Thursday, May 9, 2013

Cheating at Barnard

Now in the news: a cheating scandal at Barnard College. As one commenter writes, “Cheating on a weekly reading quiz?? Are you kidding me?!”

Here is the difficulty in defending a traditional understanding of “college”: if all a course amounts to is a single two- to three-page paper and weekly quizzes on “basic poem identifications,” quizzes that the students themselves grade, what’s to defend?

[For those who do not recognize the name, Barnard College, affiliated with Columbia University, is one of the Seven Sisters.]

comments: 2

Anonymous said...

Please see this follow-up story for more details.
http://bwog.com/2013/05/08/most-barnard-cheaters-are-actually-columbia-students/

A source close to Professor Ellsberg has informed us that the majority of students suspected of cheating in the so-called “Barnard Cheating Scandal” are actually men and women from Columbia College. Of the 123 students, only around a fifth of the students have been specifically marked out as having cheated–and Ellsberg has a list of names.

Additionally, our source tells us that the alleged cheating was more serious than previously believed. It was not simply Googling answers, but students paying other students to help them receive higher grades. It is of note that students did not personally grade their own quizzes; they were scored by classmates (peer-graded, not self-graded).
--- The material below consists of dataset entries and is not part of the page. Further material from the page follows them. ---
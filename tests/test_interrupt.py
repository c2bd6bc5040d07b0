"""Nothing lost: builds killed with SIGKILL, failed builds, and folders factsheet did not make.

After every kill the output folder holds either the earlier site, byte for byte, or the complete
new one; never a mix. The next build succeeds and leaves no staging folder behind.
"""

from __future__ import annotations

import os
import random
import re
import shutil
import signal
import subprocess
import sys
import time
from pathlib import Path

from factsheet.resources import demo_dir

DEMO_SUBSET = ("catalogue.yaml", "mer34-001.yaml", "mer34-001.ecsv")
ENV = {**os.environ, "SOURCE_DATE_EPOCH": "2050000000"}


def _command(catalogue: Path, out: Path, *extra: str) -> list[str]:
    return [sys.executable, "-m", "factsheet.cli", "build", str(catalogue), "-o", str(out), *extra]


def _build(catalogue: Path, out: Path, *extra: str) -> subprocess.CompletedProcess:
    return subprocess.run(
        _command(catalogue, out, *extra), capture_output=True, text=True, env=ENV, timeout=600
    )


def _snapshot(folder: Path) -> dict[str, bytes]:
    return {
        str(p.relative_to(folder)): p.read_bytes() for p in sorted(folder.rglob("*")) if p.is_file()
    }


def _catalogues(tmp_path: Path) -> tuple[Path, Path]:
    old, new = tmp_path / "old", tmp_path / "new"
    for folder in (old, new):
        folder.mkdir()
        for name in DEMO_SUBSET:
            shutil.copy(demo_dir() / name, folder / name)
    text = (new / "mer34-001.yaml").read_text(encoding="utf-8")
    revised = re.sub(r"(?m)^(title:\n  en: )", r"\1Revised - ", text, count=1)
    assert revised != text
    (new / "mer34-001.yaml").write_text(revised, encoding="utf-8")
    return old, new


def test_sigkill_during_build_leaves_old_or_new_site(tmp_path):
    old, new = _catalogues(tmp_path)
    reference = tmp_path / "reference" / "site"
    assert _build(new, reference).returncode == 0
    expected_new = _snapshot(reference)
    out = tmp_path / "pub" / "site"
    start = time.monotonic()
    assert _build(old, out).returncode == 0
    duration = time.monotonic() - start
    expected_old = _snapshot(out)
    assert expected_old != expected_new
    rng = random.Random(20340412)
    outcomes = []
    for fraction in (0.2, 0.5, 0.8, 0.95):
        current = _snapshot(out)
        process = subprocess.Popen(
            _command(new, out), env=ENV, stdout=subprocess.DEVNULL, stderr=subprocess.DEVNULL
        )
        time.sleep(duration * fraction * rng.uniform(0.9, 1.1))
        process.send_signal(signal.SIGKILL)
        process.wait()
        after = _snapshot(out)
        differ = sorted(
            k for k in set(after) | set(expected_new) if after.get(k) != expected_new.get(k)
        )
        assert after in (current, expected_new), (
            f"mixed site after a kill at {fraction:.0%}; differs from the new site in {differ[:8]}"
        )
        outcomes.append(after == expected_new)
        if after == expected_new:  # the swap completed: go back to the old site and go on
            assert _build(old, out).returncode == 0
    final = _build(new, out)
    assert final.returncode == 0, final.stderr
    assert _snapshot(out) == expected_new
    assert not list(out.parent.glob(".factsheet-new-*"))
    assert not list(out.parent.glob(".factsheet-old-*"))
    assert len(outcomes) == 4


def test_refuses_a_foreign_folder_unless_forced(tmp_path):
    old, _ = _catalogues(tmp_path)
    out = tmp_path / "mine"
    out.mkdir()
    (out / "notes.txt").write_text("not a site\n", encoding="utf-8")
    refused = _build(old, out)
    assert refused.returncode == 1 and "Traceback" not in refused.stderr
    assert "refusing to replace" in refused.stderr and str(out) in refused.stderr
    assert _snapshot(out) == {"notes.txt": b"not a site\n"}
    assert not list(tmp_path.glob(".factsheet-new-*"))
    forced = _build(old, out, "--force")
    assert forced.returncode == 0, forced.stderr
    assert (out / "index.html").is_file() and not (out / "notes.txt").exists()


def test_placeholder_folder_is_replaced(tmp_path):
    old, _ = _catalogues(tmp_path)
    out = tmp_path / "site"
    out.mkdir()
    (out / "README.txt").write_text("placeholder\n", encoding="utf-8")
    result = _build(old, out)
    assert result.returncode == 0, result.stderr
    assert (out / "index.html").is_file()


def test_failed_build_leaves_existing_folder_whole(tmp_path):
    old, _ = _catalogues(tmp_path)
    out = tmp_path / "site"
    assert _build(old, out).returncode == 0
    before = _snapshot(out)
    (old / "mer34-001.ecsv").write_text("heavier.mass [Msun]\n1\n", encoding="utf-8")
    failed = _build(old, out)
    assert failed.returncode == 1 and "Traceback" not in failed.stderr
    assert f"{old / 'mer34-001.ecsv'}:1: file: not an ECSV file" in failed.stderr
    assert _snapshot(out) == before


def _alive_with(text: str) -> list[int]:
    """Processes (not zombies) whose command line mentions ``text``."""
    found = []
    for proc in Path("/proc").iterdir():
        if not proc.name.isdigit():
            continue
        try:
            cmdline = (proc / "cmdline").read_bytes().replace(b"\0", b" ").decode()
            state = (proc / "status").read_text().split("State:")[1].split()[0]
        except (OSError, IndexError):
            continue
        if text in cmdline and state != "Z":
            found.append(int(proc.name))
    return found


def test_workers_die_with_a_killed_build(tmp_path):
    if not Path("/proc/self/cmdline").exists():
        raise AssertionError("this test reads /proc (Linux)")
    cat = tmp_path / "cat"
    shutil.copytree(demo_dir(), cat)
    out = tmp_path / "unique-output-name"
    for _attempt in range(5):
        process = subprocess.Popen(
            _command(cat, out, "-j", "2"),
            env=ENV,
            stdout=subprocess.DEVNULL,
            stderr=subprocess.DEVNULL,
        )
        deadline = time.monotonic() + 60
        while len(_alive_with(str(out))) < 3 and time.monotonic() < deadline:
            time.sleep(0.05)  # the build and its two workers are running
        workers = [pid for pid in _alive_with(str(out)) if pid != process.pid]
        process.send_signal(signal.SIGKILL)
        process.wait()
        deadline = time.monotonic() + 10
        while _alive_with(str(out)) and time.monotonic() < deadline:
            time.sleep(0.1)
        assert not _alive_with(str(out)), f"workers {workers} outlived the killed build"
        if len(workers) == 2:
            break
    else:
        raise AssertionError("the build never ran two workers to kill")
    assert _build(cat, out).returncode == 0  # and the next build goes ahead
Finally, it is apparent that a number of students (all CC) dropped the class as soon as the final was added, and that those suspected of cheating will be hearing from the disciplinary board soon.

Michael Leddy said...

Thanks for the link. I didn’t mean to imply that each student graded her or his own quizzes. But the quizzes were graded, as I wrote, by “the students themselves,” not their instructor, which can create, as it did here, all sorts of problems.

It sounds as if you’re interested in defending the integrity of Barnard students. What interests me about this story: the embarrassingly low expectations re: coursework and the feeling among many students, whatever their affiliation, that cheating was called for.